===== SUPPLIED RECORDS =====

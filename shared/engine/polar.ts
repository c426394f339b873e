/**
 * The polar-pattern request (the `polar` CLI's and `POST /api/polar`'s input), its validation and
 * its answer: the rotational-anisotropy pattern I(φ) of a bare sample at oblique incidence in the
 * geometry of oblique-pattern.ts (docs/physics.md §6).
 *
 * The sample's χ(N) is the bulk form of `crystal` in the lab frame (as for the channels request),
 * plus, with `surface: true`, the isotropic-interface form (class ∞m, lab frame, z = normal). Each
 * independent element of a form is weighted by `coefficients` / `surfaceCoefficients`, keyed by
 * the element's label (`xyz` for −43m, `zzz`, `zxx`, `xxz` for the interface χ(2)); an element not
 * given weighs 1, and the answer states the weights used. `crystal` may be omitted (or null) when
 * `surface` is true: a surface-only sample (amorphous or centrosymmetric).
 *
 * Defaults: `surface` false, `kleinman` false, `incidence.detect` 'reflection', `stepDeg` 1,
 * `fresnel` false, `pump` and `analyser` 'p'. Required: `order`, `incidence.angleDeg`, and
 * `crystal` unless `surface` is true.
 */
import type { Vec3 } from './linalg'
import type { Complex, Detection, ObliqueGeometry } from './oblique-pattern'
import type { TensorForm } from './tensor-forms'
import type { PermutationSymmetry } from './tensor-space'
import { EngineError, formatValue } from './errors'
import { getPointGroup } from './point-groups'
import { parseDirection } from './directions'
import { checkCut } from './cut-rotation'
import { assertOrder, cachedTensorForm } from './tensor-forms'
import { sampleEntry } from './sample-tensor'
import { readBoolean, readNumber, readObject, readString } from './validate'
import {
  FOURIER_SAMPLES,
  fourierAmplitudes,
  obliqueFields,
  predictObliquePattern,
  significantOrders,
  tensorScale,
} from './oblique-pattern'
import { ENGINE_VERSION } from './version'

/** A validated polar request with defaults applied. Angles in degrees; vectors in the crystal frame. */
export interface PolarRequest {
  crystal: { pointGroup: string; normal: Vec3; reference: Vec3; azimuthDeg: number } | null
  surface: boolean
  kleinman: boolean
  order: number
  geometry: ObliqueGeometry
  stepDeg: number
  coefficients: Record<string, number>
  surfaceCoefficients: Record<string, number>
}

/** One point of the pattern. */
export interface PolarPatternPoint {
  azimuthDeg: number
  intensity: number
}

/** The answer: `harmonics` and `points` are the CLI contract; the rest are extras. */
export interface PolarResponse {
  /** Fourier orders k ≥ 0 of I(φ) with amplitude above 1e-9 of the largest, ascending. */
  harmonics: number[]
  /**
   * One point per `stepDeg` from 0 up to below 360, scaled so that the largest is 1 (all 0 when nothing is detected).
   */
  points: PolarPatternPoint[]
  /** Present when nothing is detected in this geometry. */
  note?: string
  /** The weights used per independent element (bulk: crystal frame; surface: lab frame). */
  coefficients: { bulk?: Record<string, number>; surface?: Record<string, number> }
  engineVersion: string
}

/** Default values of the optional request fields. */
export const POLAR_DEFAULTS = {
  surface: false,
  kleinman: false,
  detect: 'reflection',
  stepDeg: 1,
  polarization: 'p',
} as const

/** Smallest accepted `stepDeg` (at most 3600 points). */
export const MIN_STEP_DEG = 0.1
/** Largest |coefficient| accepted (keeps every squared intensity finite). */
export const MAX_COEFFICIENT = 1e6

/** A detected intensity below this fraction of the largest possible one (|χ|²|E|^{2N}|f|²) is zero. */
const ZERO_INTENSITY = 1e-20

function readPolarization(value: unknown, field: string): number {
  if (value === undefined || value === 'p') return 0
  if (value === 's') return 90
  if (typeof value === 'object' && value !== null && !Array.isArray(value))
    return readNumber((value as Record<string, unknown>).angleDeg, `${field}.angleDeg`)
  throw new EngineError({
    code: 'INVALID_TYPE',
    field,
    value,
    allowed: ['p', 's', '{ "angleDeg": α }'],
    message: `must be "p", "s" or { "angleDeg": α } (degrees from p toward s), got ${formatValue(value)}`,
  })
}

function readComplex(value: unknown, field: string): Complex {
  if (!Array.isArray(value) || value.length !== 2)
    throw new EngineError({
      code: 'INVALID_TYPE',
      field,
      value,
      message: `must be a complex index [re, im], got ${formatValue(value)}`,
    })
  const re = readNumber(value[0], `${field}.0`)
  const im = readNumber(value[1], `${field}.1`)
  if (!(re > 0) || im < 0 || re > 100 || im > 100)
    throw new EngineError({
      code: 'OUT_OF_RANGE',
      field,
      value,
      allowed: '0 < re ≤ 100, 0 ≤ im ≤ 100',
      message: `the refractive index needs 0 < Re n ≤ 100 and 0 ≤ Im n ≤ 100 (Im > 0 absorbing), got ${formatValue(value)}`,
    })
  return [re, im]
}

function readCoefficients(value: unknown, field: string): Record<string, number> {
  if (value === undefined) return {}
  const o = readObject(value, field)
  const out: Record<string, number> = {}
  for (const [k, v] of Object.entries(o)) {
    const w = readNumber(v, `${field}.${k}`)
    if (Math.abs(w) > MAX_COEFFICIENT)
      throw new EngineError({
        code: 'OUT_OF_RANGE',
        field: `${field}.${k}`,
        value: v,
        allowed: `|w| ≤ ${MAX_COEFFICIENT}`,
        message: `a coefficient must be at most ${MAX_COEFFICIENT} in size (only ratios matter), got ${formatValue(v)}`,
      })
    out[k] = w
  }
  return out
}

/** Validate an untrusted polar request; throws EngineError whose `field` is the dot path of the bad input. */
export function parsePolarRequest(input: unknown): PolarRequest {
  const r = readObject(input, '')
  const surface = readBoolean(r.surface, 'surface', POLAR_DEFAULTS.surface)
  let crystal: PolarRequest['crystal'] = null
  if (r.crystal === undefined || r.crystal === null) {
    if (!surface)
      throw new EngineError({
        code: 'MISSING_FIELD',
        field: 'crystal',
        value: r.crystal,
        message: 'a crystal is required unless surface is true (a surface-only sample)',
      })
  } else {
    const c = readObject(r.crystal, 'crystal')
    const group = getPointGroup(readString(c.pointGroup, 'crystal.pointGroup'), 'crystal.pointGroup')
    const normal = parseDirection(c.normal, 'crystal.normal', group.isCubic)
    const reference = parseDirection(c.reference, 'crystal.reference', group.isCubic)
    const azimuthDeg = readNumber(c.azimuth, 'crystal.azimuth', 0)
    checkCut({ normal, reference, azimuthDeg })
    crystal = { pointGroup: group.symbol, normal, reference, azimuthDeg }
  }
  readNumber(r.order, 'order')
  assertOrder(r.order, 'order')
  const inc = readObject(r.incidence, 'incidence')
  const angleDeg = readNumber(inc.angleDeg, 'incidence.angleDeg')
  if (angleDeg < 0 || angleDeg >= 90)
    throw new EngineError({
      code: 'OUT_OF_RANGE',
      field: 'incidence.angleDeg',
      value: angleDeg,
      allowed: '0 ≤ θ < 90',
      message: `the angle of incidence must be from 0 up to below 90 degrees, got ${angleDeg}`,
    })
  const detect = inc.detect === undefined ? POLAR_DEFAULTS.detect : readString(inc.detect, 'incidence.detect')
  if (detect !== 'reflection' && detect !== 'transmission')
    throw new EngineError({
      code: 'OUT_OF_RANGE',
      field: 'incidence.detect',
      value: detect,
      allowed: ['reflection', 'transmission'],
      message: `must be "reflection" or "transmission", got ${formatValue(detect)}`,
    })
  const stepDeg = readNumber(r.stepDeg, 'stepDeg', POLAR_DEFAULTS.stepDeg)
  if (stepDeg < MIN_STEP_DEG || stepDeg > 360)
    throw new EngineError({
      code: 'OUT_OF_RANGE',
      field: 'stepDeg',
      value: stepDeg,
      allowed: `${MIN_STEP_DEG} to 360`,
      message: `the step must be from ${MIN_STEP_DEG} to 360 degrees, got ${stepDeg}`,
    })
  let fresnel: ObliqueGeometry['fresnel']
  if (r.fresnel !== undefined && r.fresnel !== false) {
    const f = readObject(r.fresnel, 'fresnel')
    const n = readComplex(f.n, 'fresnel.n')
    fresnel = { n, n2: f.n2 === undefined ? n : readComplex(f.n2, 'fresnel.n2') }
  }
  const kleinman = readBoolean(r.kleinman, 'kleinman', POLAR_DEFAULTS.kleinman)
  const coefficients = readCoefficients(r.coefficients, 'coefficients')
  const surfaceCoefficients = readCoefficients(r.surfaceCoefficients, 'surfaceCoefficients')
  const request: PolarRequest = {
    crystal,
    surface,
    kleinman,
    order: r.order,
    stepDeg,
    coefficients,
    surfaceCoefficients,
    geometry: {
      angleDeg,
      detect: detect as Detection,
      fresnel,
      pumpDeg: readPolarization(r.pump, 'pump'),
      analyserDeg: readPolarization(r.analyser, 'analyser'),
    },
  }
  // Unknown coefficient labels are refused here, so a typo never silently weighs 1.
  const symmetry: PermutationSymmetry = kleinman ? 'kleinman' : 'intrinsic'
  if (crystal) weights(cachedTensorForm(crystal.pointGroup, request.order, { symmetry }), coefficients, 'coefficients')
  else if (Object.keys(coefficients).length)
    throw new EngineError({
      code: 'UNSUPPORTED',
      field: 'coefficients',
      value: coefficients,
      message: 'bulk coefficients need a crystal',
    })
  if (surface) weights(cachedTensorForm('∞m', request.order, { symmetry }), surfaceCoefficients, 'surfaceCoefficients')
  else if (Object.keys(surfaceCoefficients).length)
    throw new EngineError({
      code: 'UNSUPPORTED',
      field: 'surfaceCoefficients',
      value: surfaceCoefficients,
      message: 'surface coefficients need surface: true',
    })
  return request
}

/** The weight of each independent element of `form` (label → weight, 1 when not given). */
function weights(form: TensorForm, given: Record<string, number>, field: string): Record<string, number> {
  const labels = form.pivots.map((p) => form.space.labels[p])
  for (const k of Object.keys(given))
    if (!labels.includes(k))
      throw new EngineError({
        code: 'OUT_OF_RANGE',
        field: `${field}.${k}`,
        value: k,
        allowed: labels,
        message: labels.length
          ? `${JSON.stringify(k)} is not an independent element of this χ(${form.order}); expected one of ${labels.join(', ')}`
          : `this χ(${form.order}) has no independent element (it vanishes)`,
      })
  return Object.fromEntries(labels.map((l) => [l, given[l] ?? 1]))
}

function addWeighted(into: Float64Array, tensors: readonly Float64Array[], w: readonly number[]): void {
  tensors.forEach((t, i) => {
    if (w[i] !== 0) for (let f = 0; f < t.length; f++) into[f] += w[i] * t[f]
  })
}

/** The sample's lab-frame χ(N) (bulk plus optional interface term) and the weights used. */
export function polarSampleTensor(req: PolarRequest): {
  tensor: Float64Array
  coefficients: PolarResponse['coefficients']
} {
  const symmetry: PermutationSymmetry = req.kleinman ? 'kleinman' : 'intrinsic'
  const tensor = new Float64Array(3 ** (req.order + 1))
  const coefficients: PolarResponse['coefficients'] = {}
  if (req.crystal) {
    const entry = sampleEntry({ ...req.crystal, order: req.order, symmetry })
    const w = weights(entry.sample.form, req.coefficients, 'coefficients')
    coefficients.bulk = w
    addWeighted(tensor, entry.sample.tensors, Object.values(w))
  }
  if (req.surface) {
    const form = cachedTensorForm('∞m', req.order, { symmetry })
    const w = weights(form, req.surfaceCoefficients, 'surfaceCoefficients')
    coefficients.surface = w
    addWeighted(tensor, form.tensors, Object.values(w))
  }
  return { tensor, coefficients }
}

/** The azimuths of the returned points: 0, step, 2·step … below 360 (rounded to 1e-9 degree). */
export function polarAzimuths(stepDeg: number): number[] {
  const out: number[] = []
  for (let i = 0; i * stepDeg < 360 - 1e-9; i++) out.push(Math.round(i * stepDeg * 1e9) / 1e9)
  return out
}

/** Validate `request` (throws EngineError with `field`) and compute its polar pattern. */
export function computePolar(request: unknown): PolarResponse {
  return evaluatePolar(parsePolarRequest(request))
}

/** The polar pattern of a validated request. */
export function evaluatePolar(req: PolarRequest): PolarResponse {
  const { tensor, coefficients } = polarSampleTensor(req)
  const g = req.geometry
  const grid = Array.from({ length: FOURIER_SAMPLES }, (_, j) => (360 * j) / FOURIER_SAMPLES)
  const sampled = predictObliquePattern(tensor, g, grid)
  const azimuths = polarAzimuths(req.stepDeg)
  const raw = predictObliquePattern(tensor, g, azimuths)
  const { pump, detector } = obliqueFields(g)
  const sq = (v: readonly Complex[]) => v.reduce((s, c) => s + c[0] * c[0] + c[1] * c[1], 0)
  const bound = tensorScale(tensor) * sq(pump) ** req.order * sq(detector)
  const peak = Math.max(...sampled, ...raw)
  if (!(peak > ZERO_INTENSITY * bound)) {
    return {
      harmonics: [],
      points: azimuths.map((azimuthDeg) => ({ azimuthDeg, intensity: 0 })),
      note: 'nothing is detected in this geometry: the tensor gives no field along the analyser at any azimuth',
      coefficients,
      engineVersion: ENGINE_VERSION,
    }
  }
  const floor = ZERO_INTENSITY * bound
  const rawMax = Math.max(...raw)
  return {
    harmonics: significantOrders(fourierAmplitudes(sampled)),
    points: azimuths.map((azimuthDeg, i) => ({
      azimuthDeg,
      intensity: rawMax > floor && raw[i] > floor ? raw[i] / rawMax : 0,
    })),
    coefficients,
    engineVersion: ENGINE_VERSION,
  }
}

=====
===== SUPPLIED RECORDS =====

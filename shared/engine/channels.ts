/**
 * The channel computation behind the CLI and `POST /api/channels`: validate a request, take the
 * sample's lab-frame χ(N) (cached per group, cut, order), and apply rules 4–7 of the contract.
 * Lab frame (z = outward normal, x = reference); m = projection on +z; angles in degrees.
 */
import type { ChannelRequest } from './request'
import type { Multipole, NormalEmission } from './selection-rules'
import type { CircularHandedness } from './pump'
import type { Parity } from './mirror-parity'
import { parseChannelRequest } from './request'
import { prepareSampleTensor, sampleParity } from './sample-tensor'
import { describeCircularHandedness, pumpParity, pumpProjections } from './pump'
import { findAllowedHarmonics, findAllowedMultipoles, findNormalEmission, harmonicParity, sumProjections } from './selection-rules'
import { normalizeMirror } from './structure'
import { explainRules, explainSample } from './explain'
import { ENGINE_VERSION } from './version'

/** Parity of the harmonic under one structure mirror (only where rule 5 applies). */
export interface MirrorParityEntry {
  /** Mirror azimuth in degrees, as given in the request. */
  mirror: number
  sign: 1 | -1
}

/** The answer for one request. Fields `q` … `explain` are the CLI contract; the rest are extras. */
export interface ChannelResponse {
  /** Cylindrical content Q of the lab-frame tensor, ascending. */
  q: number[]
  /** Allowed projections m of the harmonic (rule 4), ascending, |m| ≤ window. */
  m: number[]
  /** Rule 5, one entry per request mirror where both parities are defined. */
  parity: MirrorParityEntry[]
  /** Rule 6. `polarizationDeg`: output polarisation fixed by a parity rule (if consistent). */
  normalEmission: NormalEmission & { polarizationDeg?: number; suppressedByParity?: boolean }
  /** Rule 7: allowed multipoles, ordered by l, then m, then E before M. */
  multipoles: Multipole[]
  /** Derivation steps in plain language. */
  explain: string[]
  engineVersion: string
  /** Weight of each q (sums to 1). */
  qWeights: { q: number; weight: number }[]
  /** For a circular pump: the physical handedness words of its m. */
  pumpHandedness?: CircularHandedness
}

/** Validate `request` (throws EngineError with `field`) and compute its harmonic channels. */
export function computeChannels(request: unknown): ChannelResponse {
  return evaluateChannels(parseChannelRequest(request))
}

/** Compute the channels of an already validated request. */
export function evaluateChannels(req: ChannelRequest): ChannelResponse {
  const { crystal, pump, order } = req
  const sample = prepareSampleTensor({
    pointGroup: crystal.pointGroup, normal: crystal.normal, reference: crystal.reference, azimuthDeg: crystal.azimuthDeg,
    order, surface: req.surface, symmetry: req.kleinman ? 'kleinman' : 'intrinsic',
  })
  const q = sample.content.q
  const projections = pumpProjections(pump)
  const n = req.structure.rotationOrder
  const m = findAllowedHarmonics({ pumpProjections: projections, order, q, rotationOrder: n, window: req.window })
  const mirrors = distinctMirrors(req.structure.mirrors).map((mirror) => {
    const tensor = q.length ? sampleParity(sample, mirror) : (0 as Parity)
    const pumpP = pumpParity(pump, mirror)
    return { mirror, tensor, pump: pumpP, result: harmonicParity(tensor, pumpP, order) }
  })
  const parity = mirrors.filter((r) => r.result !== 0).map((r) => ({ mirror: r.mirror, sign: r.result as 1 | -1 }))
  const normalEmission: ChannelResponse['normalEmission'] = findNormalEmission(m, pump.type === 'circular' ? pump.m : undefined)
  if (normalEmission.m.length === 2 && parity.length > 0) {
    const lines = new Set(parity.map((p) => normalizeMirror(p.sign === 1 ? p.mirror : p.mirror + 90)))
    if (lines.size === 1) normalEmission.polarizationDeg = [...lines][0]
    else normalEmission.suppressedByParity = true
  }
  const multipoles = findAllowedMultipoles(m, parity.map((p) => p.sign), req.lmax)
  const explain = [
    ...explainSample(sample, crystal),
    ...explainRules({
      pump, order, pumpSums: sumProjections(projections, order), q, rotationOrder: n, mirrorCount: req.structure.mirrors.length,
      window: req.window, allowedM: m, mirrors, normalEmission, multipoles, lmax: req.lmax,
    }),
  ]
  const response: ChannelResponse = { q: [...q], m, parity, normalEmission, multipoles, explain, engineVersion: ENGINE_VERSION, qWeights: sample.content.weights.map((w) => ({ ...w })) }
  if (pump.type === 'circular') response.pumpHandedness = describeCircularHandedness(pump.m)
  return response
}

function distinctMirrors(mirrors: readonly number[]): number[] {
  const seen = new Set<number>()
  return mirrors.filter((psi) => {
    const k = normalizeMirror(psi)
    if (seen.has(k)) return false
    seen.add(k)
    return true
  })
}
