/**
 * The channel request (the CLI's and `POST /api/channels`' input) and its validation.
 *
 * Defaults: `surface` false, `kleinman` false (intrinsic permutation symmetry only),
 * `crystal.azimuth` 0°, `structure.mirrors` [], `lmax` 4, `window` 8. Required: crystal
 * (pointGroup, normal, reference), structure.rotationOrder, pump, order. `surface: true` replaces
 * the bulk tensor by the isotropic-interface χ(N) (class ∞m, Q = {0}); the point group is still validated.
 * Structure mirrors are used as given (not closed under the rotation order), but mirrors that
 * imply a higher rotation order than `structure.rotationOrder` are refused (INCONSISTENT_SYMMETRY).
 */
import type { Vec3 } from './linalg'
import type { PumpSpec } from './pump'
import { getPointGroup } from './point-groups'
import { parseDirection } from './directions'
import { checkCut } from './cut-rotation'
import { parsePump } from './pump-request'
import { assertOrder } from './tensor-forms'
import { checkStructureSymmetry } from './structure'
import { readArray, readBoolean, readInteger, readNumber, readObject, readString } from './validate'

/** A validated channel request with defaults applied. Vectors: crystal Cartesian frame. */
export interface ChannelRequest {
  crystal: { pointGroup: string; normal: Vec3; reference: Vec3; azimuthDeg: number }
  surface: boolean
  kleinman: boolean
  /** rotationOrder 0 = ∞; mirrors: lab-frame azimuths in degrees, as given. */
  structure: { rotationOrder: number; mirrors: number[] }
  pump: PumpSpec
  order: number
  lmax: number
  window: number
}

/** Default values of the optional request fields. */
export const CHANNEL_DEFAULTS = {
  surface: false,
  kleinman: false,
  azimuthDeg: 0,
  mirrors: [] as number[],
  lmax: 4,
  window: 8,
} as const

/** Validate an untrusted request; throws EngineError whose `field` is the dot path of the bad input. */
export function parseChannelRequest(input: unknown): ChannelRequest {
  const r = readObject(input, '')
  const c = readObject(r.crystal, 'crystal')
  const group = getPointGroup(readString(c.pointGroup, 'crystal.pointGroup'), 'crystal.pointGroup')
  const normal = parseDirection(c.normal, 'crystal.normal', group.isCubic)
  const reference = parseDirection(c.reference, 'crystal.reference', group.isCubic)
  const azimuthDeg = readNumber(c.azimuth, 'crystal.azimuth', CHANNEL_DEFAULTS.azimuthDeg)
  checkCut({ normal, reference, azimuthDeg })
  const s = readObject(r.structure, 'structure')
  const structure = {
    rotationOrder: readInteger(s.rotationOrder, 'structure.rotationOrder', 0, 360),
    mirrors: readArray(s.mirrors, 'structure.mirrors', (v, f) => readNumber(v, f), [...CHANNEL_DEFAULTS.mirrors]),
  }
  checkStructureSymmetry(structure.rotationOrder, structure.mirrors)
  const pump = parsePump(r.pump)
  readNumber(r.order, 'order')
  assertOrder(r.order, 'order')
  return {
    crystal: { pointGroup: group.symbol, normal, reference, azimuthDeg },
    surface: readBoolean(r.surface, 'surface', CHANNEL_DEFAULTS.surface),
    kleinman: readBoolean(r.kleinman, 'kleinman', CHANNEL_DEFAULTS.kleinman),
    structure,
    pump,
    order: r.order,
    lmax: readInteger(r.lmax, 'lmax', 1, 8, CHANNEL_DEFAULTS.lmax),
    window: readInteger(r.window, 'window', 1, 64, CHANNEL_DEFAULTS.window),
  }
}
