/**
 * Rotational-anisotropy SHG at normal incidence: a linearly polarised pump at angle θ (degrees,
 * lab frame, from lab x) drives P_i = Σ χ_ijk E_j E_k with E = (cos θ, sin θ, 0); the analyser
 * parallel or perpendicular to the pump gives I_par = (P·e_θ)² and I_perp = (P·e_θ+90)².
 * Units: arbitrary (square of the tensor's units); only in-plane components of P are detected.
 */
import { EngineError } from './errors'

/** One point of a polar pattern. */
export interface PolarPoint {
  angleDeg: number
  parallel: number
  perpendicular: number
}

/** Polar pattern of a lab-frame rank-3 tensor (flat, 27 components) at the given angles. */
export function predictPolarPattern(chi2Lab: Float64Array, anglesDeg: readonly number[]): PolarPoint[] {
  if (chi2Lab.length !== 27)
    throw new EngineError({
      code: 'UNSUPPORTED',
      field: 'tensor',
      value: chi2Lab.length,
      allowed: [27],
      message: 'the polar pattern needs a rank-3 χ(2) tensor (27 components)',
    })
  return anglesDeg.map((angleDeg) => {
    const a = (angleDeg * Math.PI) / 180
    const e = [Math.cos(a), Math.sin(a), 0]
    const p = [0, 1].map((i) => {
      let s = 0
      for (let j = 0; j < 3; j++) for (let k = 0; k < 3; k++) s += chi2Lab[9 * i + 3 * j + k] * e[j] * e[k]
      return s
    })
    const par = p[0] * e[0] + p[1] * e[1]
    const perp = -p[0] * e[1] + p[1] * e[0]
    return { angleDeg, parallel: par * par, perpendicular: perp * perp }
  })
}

=====

** WHAT YOU WILL DO **
Your job is to return all lines above that hold the word "input".

** SOLVED PROBLEM **
 * The polar-pattern request (the `polar` CLI's and `POST /api/polar`'s input), its validation and
/** Validate an untrusted polar request; throws EngineError whose `field` is the dot path of the bad input. */
export function parsePolarRequest(input: unknown): PolarRequest {
  const r = readObject(input, '')
 * The channel request (the CLI's and `POST /api/channels`' input) and its validation.
/** Validate an untrusted request; throws EngineError whose `field` is the dot path of the bad input. */
export function parseChannelRequest(input: unknown): ChannelRequest {
  const r = readObject(input, '')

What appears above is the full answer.